Listed records:
§ §

package build

import (
	"fmt"
	"slices"

	"batchwright/bom/part"
	"batchwright/bom/quantity"
)

// Refitting is what buying lines are given in place of what a build has there.
// What is left zero stays as it is.
type Refitting struct {
	Family    string
	Tolerance float64 // a grade the family is sold in; 0: see ClosestGrade
	Worth     Worth
	Lots      Lots
}

// Lots says how pieces of a buying line are drawn.
type Lots string

// The words a build file has for it; "" is as it is.
const (
	OneLot    Lots = "one"
	MixedLots Lots = "mixed"
)

// Line lists the positions of the buying line that a position is on by
// `same_as`, first the one that decides; nil where nothing is fitted.
func (b *Build) Line(position string) []string {
	p := b.Place(position)
	if p == nil || !p.Fitted {
		return nil
	}
	line := []string{position}
	if p.SameAs != "" {
		line[0] = p.SameAs
	}
	for _, s := range b.Stages {
		for _, q := range s.Places {
			if q.SameAs == line[0] {
				line = append(line, s.Name+"."+q.Role)
			}
		}
	}
	return line
}

// Refit is the build with the lines of some positions fitted anew, open or not.
// What else the file writes on their parts holds for the new ones. The other
// openings stay open; the original is left as it was.
func (b *Build) Refit(positions []string, r Refitting) (*Build, error) {
	lines := *b
	lines.Openings = nil
	var choice []Fitting
	for _, position := range positions {
		line := b.Line(position)
		if line == nil {
			return nil, fmt.Errorf("build: nothing is fitted at %q", position)
		}
		if slices.ContainsFunc(lines.Openings, func(o Opening) bool { return o.Positions[0] == line[0] }) {
			continue
		}
		decides := b.Place(line[0])
		if decides.Geometry != nil {
			return nil, fmt.Errorf("%s is wound, not bought", line[0])
		}
		o := Opening{Positions: line, Type: decides.Type, node: decides.node}
		f, err := b.refitting(o, r)
		if err != nil {
			return nil, err
		}
		lines.Openings = append(lines.Openings, o)
		choice = append(choice, f)
	}
	out, err := lines.Fit(choice)
	if err != nil {
		return nil, err
	}
	for _, o := range b.Openings {
		if !slices.ContainsFunc(lines.Openings, func(done Opening) bool { return done.Positions[0] == o.Positions[0] }) {
			out.Openings = append(out.Openings, o)
		}
	}
	return out, nil
}

// refitting makes the part that a line is given.
func (b *Build) refitting(o Opening, r Refitting) (Fitting, error) {
	now := b.Place(o.Positions[0])
	f := Fitting{Combine: now.Combine, Worth: b.written(o)}
	for _, q := range now.Pieces() {
		f.Pieces = append(f.Pieces, Piece{q.Family, q.Grade(), Worth{q.Main().Value, q.Main().Value, q.ValueText()}, q})
	}
	if r.Family != "" || r.Tolerance != 0 || r.Worth != (Worth{}) {
		if now.Paired() {
			return f, fmt.Errorf("%s is made up of two pieces: expected a position of one", o.Positions[0])
		}
		f.Pieces[0].Worth = f.Worth
		if err := b.replace(&f.Pieces[0], o, r); err != nil {
			return f, err
		}
		f.Worth = f.Pieces[0].Worth
	}
	if r.Lots != "" {
		f = inLots([]Fitting{f}, r.Lots == MixedLots)[0]
	}
	return f, nil
}

// replace puts another part in a piece's place.
func (b *Build) replace(f *Piece, o Opening, r Refitting) error {
	if r.Family != "" {
		f.Family = r.Family
	}
	if r.Worth != (Worth{}) {
		f.Worth = r.Worth
	}
	family, known := b.Families.Family(f.Family)
	if !known || family.Type != o.Type {
		return fmt.Errorf("%s is of no family that sells a %s", o.Positions[0], o.Type)
	}
	now := f.Part
	if f.Tolerance = r.Tolerance; f.Tolerance == 0 {
		f.Tolerance = ClosestGrade(family, now.Grade())
	}
	p, err := b.place(o, family, f.Worth, f.Tolerance)
	if err != nil {
		return err
	}
	p.LotsMixed = now.LotsMixed
	var none reader // nothing to complain of: the node was checked when it was read
	as := Place{Part: p}
	none.readParameters(&as, o.node.Get("parameters"))
	f.Part = as.Part
	if r.Family == "" && r.Tolerance == 0 { // one may be written that is no grade
		for i := range f.Part.Parameters {
			q, was := &f.Part.Parameters[i], now.Parameters[i]
			q.Tolerance, q.Absolute = was.Tolerance, was.Absolute
		}
	}
	return nil
}

// ClosestGrade is the grade of a family that stands in for a tolerance without
// flattering the family: the tolerance itself where it is sold, else the next
// wider one, else the widest. It is 0 for a family that is sold without.
func ClosestGrade(f *part.Family, tolerance float64) float64 {
	if len(f.Grades) == 0 {
		return 0
	}
	for _, g := range f.Grades { // tightest first
		if g.Tolerance >= tolerance*(1-1e-9) {
			return g.Tolerance
		}
	}
	return f.Grades[len(f.Grades)-1].Tolerance
}

// Overrides are the keys written on a position's part that stand over its
// family's figures, whatever the family.
func (b *Build) Overrides(position string) []string {
	line := b.Line(position)
	if line == nil || b.Place(line[0]).node == nil {
		return nil
	}
	var list []string
	for _, key := range append(slices.Clone(part.ScatterKeys[1:]), "bias_law", "rated", "parameters") { // the first is the tolerance
		if b.Place(line[0]).node.Get(key) != nil {
			list = append(list, key)
		}
	}
	return list
}

// ParseWorth reads what a part of a type is bought by: a value above zero, or
// a trimmer's range.
func ParseWorth(text string, t part.Type) (Worth, error) {
	if !(&Place{Type: t}).Single() {
		return Worth{}, fmt.Errorf("a %s has no value to choose", t)
	}
	w := Worth{Text: text}
	if t.Trimmer() {
		low, high, err := quantity.ParseRange(text, t.Unit())
		if err != nil || !(low.Value >= 0 && low.Value < high.Value) {
			return w, fmt.Errorf("%q is no trimmer's range: two values with a unit, low..high, such as 4..34 pF or 0..10 kΩ", text)
		}
		w.Low, w.High = low.Value, high.Value
		return w, nil
	}
	q, err := quantity.Parse(text, t.Unit())
	if err != nil {
		return w, err
	}
	if !(q.Value > 0) {
		return w, fmt.Errorf("%q is no value of a %s: more than zero", text, t)
	}
	w.Low, w.High = q.Value, q.Value
	return w, nil
}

§ §

Work request: Every line in the data above that contains "sold" needs to be copied.

Answer space:
	Tolerance float64 // a grade the family is sold in; 0: see ClosestGrade
// flattering the family: the tolerance itself where it is sold, else the next
// wider one, else the widest. It is 0 for a family that is sold without.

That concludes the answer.